American-Panamanian basketball player

Gyno Pomare (born April 5, 1986) is an American-Panamanian professional basketball player. He is last played professionally with the Yamagata Wyverns of the B.League

==College career==
Gyno (g-no) Pomare was a four-year player with the University of San Diego. He originally committed to the Toreros out of El Camino High School for the 2004 season, but sat out the 2004–05 season as a redshirt. In his first full season with the school, 2005–06, he averaged 10.4 points and 5 rebounds per game en route to being named to the All-West Coast Conference Freshman Team.

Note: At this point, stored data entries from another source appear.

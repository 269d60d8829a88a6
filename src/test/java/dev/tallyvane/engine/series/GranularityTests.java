package dev.tallyvane.engine.series;

import static org.assertj.core.api.Assertions.assertThat;
import static org.assertj.core.api.Assertions.assertThatThrownBy;

import java.time.LocalDate;
import org.junit.jupiter.api.Test;

/** Calendar quarters beside days, weeks and months (quarters as calendar quarters: common practice). */
class GranularityTests {

    final Granularity q = Granularity.QUARTER;

    @Test
    void aQuarterStartsOnTheFirstOfJanuaryAprilJulyOrOctober() {
        assertThat(q.periodStart(LocalDate.of(2026, 11, 30))).isEqualTo(LocalDate.of(2026, 10, 1));
        assertThat(q.periodStart(LocalDate.of(2026, 3, 31))).isEqualTo(LocalDate.of(2026, 1, 1));
        assertThat(q.periodStart(LocalDate.of(2026, 4, 1))).isEqualTo(LocalDate.of(2026, 4, 1));
        assertThat(q.periodEnd(LocalDate.of(2026, 10, 1))).isEqualTo(LocalDate.of(2026, 12, 31));
        assertThat(q.periodEnd(LocalDate.of(2024, 1, 1))).isEqualTo(LocalDate.of(2024, 3, 31));
        assertThat(q.isPeriodStart(LocalDate.of(2026, 7, 1))).isTrue();
        assertThat(q.isPeriodStart(LocalDate.of(2026, 8, 1))).isFalse();
        assertThat(q.seasonalPeriod()).isEqualTo(4);
    }

    @Test
    void stepsAndDistancesCountWholeQuarters() {
        assertThat(q.plus(LocalDate.of(2026, 10, 1), 1)).isEqualTo(LocalDate.of(2027, 1, 1));
        assertThat(q.plus(LocalDate.of(2026, 10, 1), -4)).isEqualTo(LocalDate.of(2025, 10, 1));
        assertThat(q.periodsBetween(LocalDate.of(2023, 10, 1), LocalDate.of(2026, 7, 1))).isEqualTo(11);
    }

    @Test
    void labelsAreYearDashQAndTheQuartersNumber() {
        assertThat(q.label(LocalDate.of(2026, 10, 1))).isEqualTo("2026-Q4");
        assertThat(q.label(LocalDate.of(2027, 1, 1))).isEqualTo("2027-Q1");
        assertThat(q.parse("2026-Q3")).isEqualTo(LocalDate.of(2026, 7, 1));
        assertThat(q.parse(" 2026-q2 ")).isEqualTo(LocalDate.of(2026, 4, 1));
        assertThat(Granularity.ofLabel("2026-Q4")).isEqualTo(Granularity.QUARTER);
        assertThat(Granularity.ofLabel("2026-11")).isEqualTo(Granularity.MONTH);
        assertThat(Granularity.of("Quarter")).isEqualTo(Granularity.QUARTER);
        assertThatThrownBy(() -> q.parse("2026-Q5")).hasMessageContaining("'2026-Q5' is not a quarter period")
                .hasMessageContaining("2026-Q4");
        assertThatThrownBy(() -> Granularity.ofLabel("2026-Q0")).hasMessageContaining("yyyy-Qn");
    }

    @Test
    void dayLabelsAreReadCharacterByCharacterAsStrictlyAsTheIsoForm() {
        Granularity d = Granularity.DAY;
        for (LocalDate day = LocalDate.of(2023, 12, 25); day.isBefore(LocalDate.of(2025, 1, 8)); day = day.plusDays(1)) {
            assertThat(d.parse(day.toString())).isEqualTo(day);
            assertThat(Granularity.ofLabel(" " + day + " ")).isEqualTo(d);
        }
        assertThatThrownBy(() -> d.parse("2026-02-30")).hasMessageContaining("'2026-02-30' is not a valid day period")
                .hasMessageContaining("FEBRUARY 30");
        assertThatThrownBy(() -> d.parse("2026-13-01")).hasMessageContaining("'2026-13-01' is not a valid day period");
        assertThatThrownBy(() -> d.parse("2026-00-10")).hasMessageContaining("is not a valid day period");
        // not of the form: other separators, signs, widths, and digits other than ASCII 0-9
        for (String notADay : new String[] {"2026/01/05", "2026-1-05", "+026-01-05", "2026-01-5 ", "202-01-051",
                "\uFF12\uFF10\uFF12\uFF16-01-05", "2026-0\u0661-05", "2026-01-0:"}) {
            assertThatThrownBy(() -> d.parse(notADay)).as(notADay).hasMessageContaining("is not a day period");
            assertThatThrownBy(() -> Granularity.ofLabel(notADay)).as(notADay)
                    .hasMessageContaining("is not a period label");
        }
    }

    @Test
    void labelsAreThoseOfTheFormatPatternsForEveryDayOfManyYears() {
        for (LocalDate d = LocalDate.of(2019, 12, 20); d.isBefore(LocalDate.of(2027, 1, 10)); d = d.plusDays(1)) {
            assertThat(Granularity.WEEK.label(d)).isEqualTo(String.format(java.util.Locale.ROOT, "%04d-W%02d",
                    d.get(java.time.temporal.IsoFields.WEEK_BASED_YEAR),
                    d.get(java.time.temporal.IsoFields.WEEK_OF_WEEK_BASED_YEAR)));
            assertThat(Granularity.MONTH.label(d)).isEqualTo(String.format(java.util.Locale.ROOT, "%04d-%02d",
                    d.getYear(), d.getMonthValue()));
            assertThat(Granularity.QUARTER.label(d)).isEqualTo(String.format(java.util.Locale.ROOT, "%04d-Q%d",
                    d.getYear(), d.get(java.time.temporal.IsoFields.QUARTER_OF_YEAR)));
        }
        assertThat(Granularity.MONTH.label(LocalDate.of(999, 3, 1))).isEqualTo("0999-03");
        assertThat(Granularity.WEEK.label(LocalDate.of(2026, 12, 28))).isEqualTo("2026-W53");
        assertThat(Granularity.WEEK.label(LocalDate.of(2027, 1, 4))).isEqualTo("2027-W01");
    }
}
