import static org.assertj.core.api.Assertions.assertThat;
import static org.springframework.security.test.web.servlet.request.SecurityMockMvcRequestPostProcessors.csrf;
import static org.springframework.security.test.web.servlet.request.SecurityMockMvcRequestPostProcessors.user;
import static org.springframework.test.web.servlet.request.MockMvcRequestBuilders.multipart;
import static org.springframework.test.web.servlet.request.MockMvcRequestBuilders.post;

import dev.tallyvane.account.TokenService;
import dev.tallyvane.app.TallyvaneApplication;
import dev.tallyvane.location.LocationDetails;
import dev.tallyvane.location.LocationService;
import dev.tallyvane.support.Workbooks;
import java.io.ByteArrayOutputStream;
import java.nio.charset.StandardCharsets;
import java.time.LocalDate;
import java.util.ArrayList;
import java.util.List;
import java.util.Locale;
import dev.tallyvane.support.Gen;
import static dev.tallyvane.support.Gen.weight;
import org.junit.jupiter.api.AfterAll;
import org.junit.jupiter.api.BeforeAll;
import org.junit.jupiter.api.Test;
import org.junit.jupiter.api.TestInstance;
import org.springframework.boot.builder.SpringApplicationBuilder;
import org.springframework.context.ConfigurableApplicationContext;
import org.springframework.http.MediaType;
import org.springframework.jdbc.core.JdbcTemplate;
import org.springframework.mock.web.MockMultipartFile;
import org.springframework.security.test.web.servlet.setup.SecurityMockMvcConfigurers;
import org.springframework.test.web.servlet.MockMvc;
import org.springframework.test.web.servlet.MvcResult;
import org.springframework.test.web.servlet.setup.MockMvcBuilders;
import org.springframework.web.context.WebApplicationContext;
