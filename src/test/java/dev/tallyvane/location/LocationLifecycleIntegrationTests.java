package dev.tallyvane.location;

import static org.assertj.core.api.Assertions.assertThat;
import static org.springframework.security.test.web.servlet.request.SecurityMockMvcRequestPostProcessors.csrf;
import static org.springframework.security.test.web.servlet.request.SecurityMockMvcRequestPostProcessors.user;
import static org.springframework.test.web.servlet.request.MockMvcRequestBuilders.get;
import static org.springframework.test.web.servlet.request.MockMvcRequestBuilders.post;
import static org.springframework.test.web.servlet.result.MockMvcResultMatchers.status;

import dev.tallyvane.account.Role;
import dev.tallyvane.account.UserService;
import dev.tallyvane.app.TallyvaneApplication;
import dev.tallyvane.engine.series.Granularity;
import dev.tallyvane.forecasting.RefitService;
import dev.tallyvane.intake.FigureInput;
import dev.tallyvane.intake.FigureRules;
import dev.tallyvane.intake.IntakeService;
import dev.tallyvane.intake.Submitter;
import dev.tallyvane.support.TestClockConfiguration;
import dev.tallyvane.support.Users;
import java.math.BigDecimal;
import java.time.LocalDate;
import java.util.ArrayList;
import java.util.List;
import java.util.UUID;
import org.junit.jupiter.api.BeforeEach;
import org.junit.jupiter.api.Test;
import org.springframework.beans.factory.annotation.Autowired;
import org.springframework.boot.test.context.SpringBootTest;
import org.springframework.boot.webmvc.test.autoconfigure.AutoConfigureMockMvc;
import org.springframework.context.annotation.Import;
import org.springframework.jdbc.core.JdbcTemplate;
import org.springframework.test.context.TestPropertySource;
import org.springframework.test.web.servlet.MockMvc;
import org.springframework.test.web.servlet.request.RequestPostProcessor;

/**
 * The owner manages a location in the browser: renames it, closes it with a day (no new forecasts
 * after it, its history kept, late figures for the open days still taken), reopens it; every change
 * is in the activity log; the add form's defaults come from configuration.
 */
@SpringBootTest(classes = TallyvaneApplication.class)
@AutoConfigureMockMvc
@Import(TestClockConfiguration.class)
@TestPropertySource(properties = {"tallyvane.defaults.time-zone=Europe/Zurich", "tallyvane.defaults.currency=CHF"})
class LocationLifecycleIntegrationTests {

    @Autowired
    MockMvc mvc;
    @Autowired
    LocationService locations;
    @Autowired
    UserService users;
    @Autowired
    IntakeService intake;
    @Autowired
    RefitService refits;
    @Autowired
    JdbcTemplate jdbc;

    RequestPostProcessor owner = user("olive").roles("OWNER");
    String code;

    @BeforeEach
    void setUp() {
        Users.ensure(users, "olive", Role.OWNER);
        code = "Z" + UUID.randomUUID().toString().substring(0, 8).toUpperCase();
    }

    String change(String name, String status, String closedOn) throws Exception {
        var request = post("/locations/{code}", code).with(owner).with(csrf()).param("name", name)
                .param("timeZone", "Europe/Zurich").param("currency", "CHF").param("status", status);
        if (closedOn != null) {
            request = request.param("closedOn", closedOn);
        }
        var result = mvc.perform(request).andReturn();
        return result.getResponse().getStatus() == 302 ? "saved" : result.getResponse().getContentAsString();
    }

    List<String> audit(String action) {
        return jdbc.queryForList("select detail from audit_event where action = ? and detail like ? order by id",
                String.class, action, code + "%");
    }

    @Test
    void theAddFormOffersTheConfiguredDefaults() throws Exception {
        String form = mvc.perform(get("/locations/new").with(owner)).andExpect(status().isOk()).andReturn()
                .getResponse().getContentAsString();
        assertThat(form).contains("value=\"Europe/Zurich\"").contains("value=\"CHF\"");
        mvc.perform(post("/locations").with(owner).with(csrf()).param("code", code).param("name", "Lake Kiosk")
                .param("timeZone", "Europe/Zurich").param("currency", "CHF")).andExpect(status().isFound());
        assertThat(audit("LOCATION_CREATED")).containsExactly(code + " (Lake Kiosk, Europe/Zurich, CHF)");
    }

    @Test
    void renameCloseWithADayAndReopenAreAuditedAndClosingStopsNewForecasts() throws Exception {
        Location l = locations.create(new LocationDetails(code, "Lake Kiosk", "Europe/Zurich", "CHF", null, null));
        List<FigureInput> days = new ArrayList<>();
        for (int i = 0; i < 21; i++) {
            days.add(new FigureInput(i, code, FigureRules.DEFAULT_MEASURE, Granularity.DAY,
                    LocalDate.of(2026, 11, 9).plusDays(i), BigDecimal.valueOf(300 + i)));
        }
        intake.record(days, Submitter.api("token:till", null), "item");

        assertThat(change("Lake Kiosk West", "ACTIVE", null)).isEqualTo("saved");
        assertThat(locations.byCode(code).getName()).isEqualTo("Lake Kiosk West");
        assertThat(audit("LOCATION_CHANGED")).containsExactly(code + ": name 'Lake Kiosk' → 'Lake Kiosk West'");

        // a closing day ahead, or a closing day without closing, is named and nothing changes
        assertThat(change("Lake Kiosk West", "CLOSED", "2026-12-24")).contains("closedOn")
                .contains("is after today (2026-12-01 at the location)");
        assertThat(change("Lake Kiosk West", "ACTIVE", "2026-11-20")).contains("a closing day needs the status CLOSED");
        assertThat(locations.byCode(code).isActive()).isTrue();

        assertThat(change("Lake Kiosk West", "CLOSED", "2026-11-29")).isEqualTo("saved");
        Location closed = locations.byCode(code);
        assertThat(closed.isActive()).isFalse();
        assertThat(closed.getClosedOn()).isEqualTo(LocalDate.of(2026, 11, 29));
        assertThat(audit("LOCATION_CLOSED")).containsExactly(code + ": closed on 2026-11-29");
        var outcome = refits.refit(l.getId(), FigureRules.DEFAULT_MEASURE, "test");
        assertThat(outcome.message()).isEqualTo("closed on 2026-11-29: no new forecasts");
        String page = mvc.perform(get("/locations/{code}", code).with(owner).locale(java.util.Locale.UK)).andReturn()
                .getResponse().getContentAsString();
        // day month year for a British reader (common practice)
        assertThat(page).contains("closed on 29 Nov 2026").contains("no new forecasts are");

        assertThat(change("Lake Kiosk West", "ACTIVE", null)).isEqualTo("saved");
        assertThat(locations.byCode(code).getClosedOn()).isNull();
        assertThat(audit("LOCATION_REOPENED")).containsExactly(code + ": reopened");
        assertThat(refits.refit(l.getId(), FigureRules.DEFAULT_MEASURE, "test").issuedId()).isNotNull();

        // a bookkeeper may not change a location
        mvc.perform(post("/locations/{code}", code).with(user("bea").roles("BOOKKEEPER")).with(csrf())
                .param("name", "x").param("timeZone", "Europe/Zurich").param("currency", "CHF"))
                .andExpect(status().isForbidden());
    }
}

Pomare had a prolific career with the Toreros, eventually ending as the school's all-time leading scorer. He was the first player San Diego player since Scott Thompson (1985–87) to be named to the All-Conference Team three times. He also led the team to the 2008 NCAA Men's Division I Basketball Tournament where he scored a game-high 22 points on 10-12 shooting for the #13 seed Toreros in a first round upset over the University of Connecticut.

==Professional career==
Although Pomare was a dark horse candidate for the 2009 NBA draft, he went undrafted. On August 18, 2009, the Sendai 89ers of the Japanese bj league, the top flight of Japanese basketball, announced that had signed Pomare for the 2009–10 season.

==National team career==
Pomare, was eligible to play for the Panama men's national basketball team. He first participated with the team at the 2009 COCABA Championship. He also participated with the team at the FIBA Americas Championship 2009. In 2011, he was signed by Quilmes de Mar del Plata in the Torneo Nacional de Ascenso (Argentina).